Publication year - 2008
Publication title -
journal of geophysical research: earth surface
Language(s) - English
Resource type - Journals
SCImago Journal Rank - 1.67
H-Index - 298
eISSN - 2156-2202
pISSN - 0148-0227
DOI - 10.1029/2007jf000871
Subject(s) - aliasing , geology , geodesy , groenlandia , ice sheet , climatology , environmental science , oceanography , computer science , artificial intelligence , undersampling
Geophysical interpretation of GRACE gravity fields has provided estimates of Antarctic ice mass change. Such analyses rely on proper consideration of ocean tidal effects through the models CSR4 and FES2004. In general, mis‐modeling of tidal constituents with aliasing period less than 30 day will not have significant impact on ice mass change. However, for constituents, such as K1, K2, and S2, the aliasing period is sufficiently large to potentially compromise long‐term variability studies. Here we quantify tidal aliasing over Antarctica by simulating GRACE signatures due to differences between CSR4 and FES2004, and the best available circum‐Antarctic model, TPXO6.2. The S2 simulations are in close agreement with the observed S2 signal from GRACE. Simulations of ice mass change show that over 2002–2006 long‐term K1 and K2 aliasing is equivalent to a rate error of 4.5 ± 1.3 km 3 /a of ice with CSR4, but only 0.2 ± 0.2 km 3 /a with FES2004. After spatial averaging and destriping, K1 plus K2 mis‐modeling in CSR4 (FES2004) introduce point‐wise errors up to 5 (2) mm/a in equivalent water height over a 3.5 year period.
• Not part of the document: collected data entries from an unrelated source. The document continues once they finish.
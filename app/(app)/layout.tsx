import Link from 'next/link';
import type { ReactNode } from 'react';
import { MainNav } from '@/components/ui/main-nav';
import { SignOutButton } from '@/components/ui/sign-out-button';
import { Wordmark } from '@/components/ui/wordmark';
import { can } from '@/lib/auth/policy';
import { requirePageActor } from '@/lib/auth/session';
import { mailboxEnabled } from '@/lib/mailbox';

export default async function AppLayout({ children }: { children: ReactNode }) {
  const actor = await requirePageActor('/');
  const links = [
    { href: '/', label: 'Start' },
    { href: '/fleet', label: 'Fleet' },
    { href: '/instruments', label: 'Instruments' },
    { href: '/visits', label: 'Visits' },
    { href: '/due', label: 'Due' },
    ...(can(actor, 'user:manage') ? [{ href: '/admin/users', label: 'Users' }] : []),
    ...(can(actor, 'mailbox:read') && mailboxEnabled() ? [{ href: '/admin/mailbox', label: 'Mailbox' }] : []),
    { href: '/settings', label: 'Settings' },
  ];
  return (
    <div className="flex min-h-dvh flex-col">
      <header className="bg-steel text-paper">
        <div className="flex items-center justify-between gap-4 px-4 py-2">
          <Link href="/" className="min-h-12 content-center">
            <Wordmark className="text-xl" />
          </Link>
          <div className="flex items-center gap-3">
            <span className="hidden text-right leading-tight sm:block">
              <span className="block font-semibold">{actor.name}</span>
              <span className="block text-sm text-vial">{actor.role}</span>
            </span>
            <SignOutButton />
          </div>
        </div>
        <MainNav links={links} />
      </header>
      <div className="flex-1">{children}</div>
    </div>
  );
}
With observed mass change equivalent to less than 30 mm/a of water height over much of Antarctica, the simulations show tidal aliasing uncertainty at the 2–3 mm/a level for August 2002–January 2006, or ∼10% of the signal. With GRACE Release 04, the revised estimate (April 2002–January 2006) of published ice volume decrease is 164 ± 80 km 3 /a of ice, although this value depends very much on the GIA model and GRACE analysis approach.